While both kpt and kustomize support customization of KRM resources via a transformation-based approach, there are some differences.

From the FAQ:

kustomize

  • Builds the final configuration out of place, primarily using the overlay pattern.
  • Treats base layers as immutable, but enables nearly arbitrary overrides.

kpt

  • Optimizes for WYSIWYG configuration and in-place customization.
  • Allows edits to the configuration in-place without creating complex patches.
  • Supports rebase with resource merge strategy allowing for edited config to be updated.
  • Enables workflows that combine programmatic changes with manual edits.
  • Aims to support mutating and validating admission control on derived packages.

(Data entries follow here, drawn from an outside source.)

/**
 * Helpers for the caller that wires the tariff engine into the audit. The engine's price
 * function is PASSED IN (never imported here), so the audit stays independent of pricing.
 *
 *   const { reprice, rateAlternatives } = makeRepricer({ portfolio, priced, price: priceBill });
 *   runAudit({ portfolio, priced, metered, reprice, rateAlternatives });
 */
import type { Bill, IntervalSeries, Meter, Portfolio } from "../domain/types.ts";
import type { Tariff } from "../tariff/index.ts";
import type { ComputedBill, PriceRequest } from "../tariff/index.ts";
import { intervalUsageForBill } from "../tariff/index.ts";
import { sortBills } from "./context.ts";
import type { RepriceAlternative, RepriceFn } from "./types.ts";
import { expectedProblem } from "../core/errors.ts";

type RateAlternative = Extract<RepriceAlternative, { kind: "rate" }>;

/** The tariff with only `versionFrom`'s version, in force for any date (for "priced on the wrong version"). */
export function pinVersion(tariff: Tariff, versionFrom: string): Tariff | null {
  const v = tariff.versions.find((x) => x.from === versionFrom);
  return v ? { ...tariff, versions: [{ ...v, from: "0001-01-01", until: null }] } : null;
}

/**
 * Builds the audit's `reprice` and `rateAlternatives` hooks from the engine's price function.
 * - quantities: the bill re-priced with other usage/demand (demand null = the meter's peak), the
 *   interval data only splitting them over time-of-use periods, same ratchet history (billing
 *   demands of the meter's earlier bills, from `priced`);
 * - rate: another tariff of the same commodity, or one version of the meter's own tariff
 *   applied to the whole period, on the billed quantities. Alternatives: every version of the own tariff, then every other
 *   tariff of the meter's commodity.
 * Any pricing error yields null (the audit then just has no amount / no alternative).
 * `meteredIntervals` (per meter; default the portfolio's own) is the series the quantities
 * alternative reads: the cleaned view, so a corrected bill never rests on a flagged reading.
 * Rate alternatives keep the portfolio's series (they re-price the billed quantities).
 */
export function makeRepricer(opts: {
  portfolio: Portfolio<Tariff>;
  priced: Map<string, ComputedBill | null>;
  price: (tariff: Tariff, request: PriceRequest) => ComputedBill;
  minCoverage?: number;
  meteredIntervals?: ReadonlyMap<string, IntervalSeries>;
}): { reprice: RepriceFn; rateAlternatives: (bill: Bill, meter: Meter) => RateAlternative[] } {
  const { portfolio, priced, price } = opts;
  const meters = new Map(portfolio.meters.map((m) => [m.meterId, m]));
  const zones = new Map(portfolio.buildings.map((b) => [b.buildingId, b.timezone]));
  const earlierDemands = new Map<string, number[]>();
  const byMeter = new Map<string, Bill[]>();
  for (const b of portfolio.bills) {
    const list = byMeter.get(b.meterId);
    if (list) list.push(b);
    else byMeter.set(b.meterId, [b]);
  }
  for (const bills of byMeter.values()) {
    const demands: number[] = [];
    for (const b of sortBills(bills)) {
      earlierDemands.set(b.billId, [...demands]);
      const kw = priced.get(b.billId)?.billingDemandKw;
      if (kw !== null && kw !== undefined) demands.push(kw);
    }
  }

  const reprice: RepriceFn = (bill, alt) => {
    const meter = meters.get(bill.meterId);
    const zone = meter ? zones.get(meter.buildingId) : undefined;
    if (!meter || !zone) return null;
    let tariff: Tariff | null | undefined = portfolio.tariffs.get(alt.kind === "rate" ? alt.tariffId : meter.tariffId);
    if (tariff && alt.kind === "rate" && alt.versionFrom !== null) tariff = pinVersion(tariff, alt.versionFrom);
    if (!tariff) return null;
    try {
      return price(tariff, {
        periodStart: bill.periodStart,
        periodEnd: bill.periodEnd,
        timezone: zone,
        usage: alt.kind === "quantities" ? alt.usage : bill.usage,
        usageUnit: meter.unit,
        demandKw: alt.kind === "quantities" ? alt.demandKw : bill.demandKw,
        powerFactor: bill.powerFactor,
        intervals: intervalUsageForBill(
          (alt.kind === "quantities" ? opts.meteredIntervals?.get(bill.meterId) : undefined) ?? portfolio.intervals.get(bill.meterId),
          meter.multiplier, bill, zone, opts.minCoverage),
        // The stated quantities are the bill's (or the corrected ones); interval data only splits them.
        intervalsGive: "shape",
        previousBillingDemandsKw: earlierDemands.get(bill.billId) ?? [],
      });
    } catch (error) {
      expectedProblem(error);
      return null;
    }
  };

  const rateAlternatives = (_bill: Bill, meter: Meter): RateAlternative[] => {
    const own = portfolio.tariffs.get(meter.tariffId);
    const out: RateAlternative[] = [];
    for (const v of own?.versions ?? []) {
      out.push({ kind: "rate", tariffId: meter.tariffId, versionFrom: v.from, label: `the ${v.from} version of tariff ${meter.tariffId}` });
    }
    for (const [id, t] of portfolio.tariffs) {
      if (id !== meter.tariffId && t.commodity === meter.commodity) out.push({ kind: "rate", tariffId: id, versionFrom: null, label: `tariff ${id}` });
    }
    return out;
  };

  return { reprice, rateAlternatives };
}
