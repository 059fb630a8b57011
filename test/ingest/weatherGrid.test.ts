import { describe, expect, it } from "vitest";
import { FILL_FROM_DAILY, FILL_INTERPOLATED, FILL_MEASURED, buildWeatherSeries, hourFromDailyMaxMin } from "../../src/ingest/weatherGrid.ts";
import { fToC as fahrenheitToCelsius } from "../../src/core/units.ts";

const H = 3600000;

describe("hourFromDailyMaxMin (stated method; values hand-computed)", () => {
  it("hits Tmin at 06:00, Tmax at 15:00 and the mean half-way (10:30 and 22:30)", () => {
    expect(hourFromDailyMaxMin(20, 10, 6)).toBeCloseTo(10, 12);
    expect(hourFromDailyMaxMin(20, 10, 15)).toBeCloseTo(20, 12);
    expect(hourFromDailyMaxMin(20, 10, 10.5)).toBeCloseTo(15, 12);
    expect(hourFromDailyMaxMin(20, 10, 22.5)).toBeCloseTo(15, 12);
    // 00:00 is 9 of the 15 falling hours after 15:00: 15 + 5·cos(9π/15) = 15 − 5·0.309017 = 13.4549.
    expect(hourFromDailyMaxMin(20, 10, 0)).toBeCloseTo(13.454915, 5);
  });
});

describe("fahrenheitToCelsius", () => {
  it("matches the fixed points of the two scales (water boils 212 °F = 100 °C, freezes 32 °F = 0 °C; −40 is equal)", () => {
    expect(fahrenheitToCelsius(212)).toBe(100);
    expect(fahrenheitToCelsius(32)).toBe(0);
    expect(fahrenheitToCelsius(-40)).toBe(-40);
  });
});

describe("buildWeatherSeries", () => {
  const t0 = Date.UTC(2024, 0, 1, 0);
  it("puts hourly data on a UTC hour grid, snaps to the nearest hour, fills short gaps, keeps long ones", () => {
    const hourly = [
      { instantMs: t0, tempC: 0 },
      { instantMs: t0 + H - 7 * 60000, tempC: 2 }, // 00:53 → 01:00
      // 02:00, 03:00 missing (2 h ≤ 3): filled 3, 4 from 2 → 5
      { instantMs: t0 + 4 * H, tempC: 5 },
      // 05:00–08:00 missing (4 h > 3): kept
      { instantMs: t0 + 9 * H, tempC: 1 },
    ];
    const r = buildWeatherSeries("S1", hourly, [], "UTC", 3)!;
    expect(r.series.startMs).toBe(t0);
    expect(Array.from(r.series.tempC.slice(0, 5))).toEqual([0, 2, 3, 4, 5]);
    expect(r.series.tempC.slice(5, 9).every(Number.isNaN)).toBe(true);
    expect(Array.from(r.series.filled.slice(0, 5))).toEqual([FILL_MEASURED, FILL_MEASURED, FILL_INTERPOLATED, FILL_INTERPOLATED, FILL_MEASURED]);
    expect(r.gaps).toEqual([
      { stationId: "S1", startMs: t0 + 2 * H, endMs: t0 + 4 * H, hours: 2, action: "interpolated" },
      { stationId: "S1", startMs: t0 + 5 * H, endMs: t0 + 9 * H, hours: 4, action: "kept" },
    ]);
  });

  it("daily max/min fill only local days without hourly data", () => {
    const zone = "America/Chicago"; // UTC−6 in January
    const hourly = [{ instantMs: Date.UTC(2024, 0, 1, 6), tempC: 7 }]; // 2024-01-01 00:00 local
    const daily = [
      { date: "2024-01-01", tmaxC: 30, tminC: 20 }, // ignored: the day has hourly data
      { date: "2024-01-02", tmaxC: 20, tminC: 10 },
    ];
    const r = buildWeatherSeries("S1", hourly, daily, zone, 0)!;
    const at = (ms: number) => (ms - r.series.startMs) / H;
    const six = at(Date.UTC(2024, 0, 2, 12)); // 06:00 local on the 2nd
    const fifteen = at(Date.UTC(2024, 0, 2, 21)); // 15:00 local
    expect(r.series.tempC[six]).toBeCloseTo(10, 12);
    expect(r.series.tempC[fifteen]).toBeCloseTo(20, 12);
    expect(r.series.filled[six]).toBe(FILL_FROM_DAILY);
    expect(r.series.tempC[0]).toBe(7);
    // Hours 01:00–23:00 of the 1st have neither hourly nor daily data: one kept gap of 23 h.
    expect(r.gaps).toEqual([{ stationId: "S1", startMs: Date.UTC(2024, 0, 1, 7), endMs: Date.UTC(2024, 0, 2, 6), hours: 23, action: "kept" }]);
    expect(r.series.tempC.length).toBe(1 + 23 + 24);
  });

  it("returns null without data", () => {
    expect(buildWeatherSeries("S1", [], [], "UTC", 6)).toBeNull();
  });
});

The approach shifted away from kustomize as a whole when we introduced functions, originally primarily for validation. The desire for parent / upstream packages to impose admission control on derived / downstream packages is different from the kustomize "override anything" model (kind of like "inner" vs "super" in object-oriented programming languages). Support for in-place nested subpackages and the desire for GitOps friendliness created differences in file structure compared to kustomize bases. The focus on WYSIWYG, in-place configuration creates some differences also (e.g., KRM functions need to be idempotent, and additional bookkeeping data needs to be maintained). I also don't want all transformations to need to be run synchronously on a "DRY" form. I want to be able to run some generators and transformations imperatively to generate declarative output, and also want to be able to apply automation (e.g., security remediation mutations) asynchronously, analogous to Operators.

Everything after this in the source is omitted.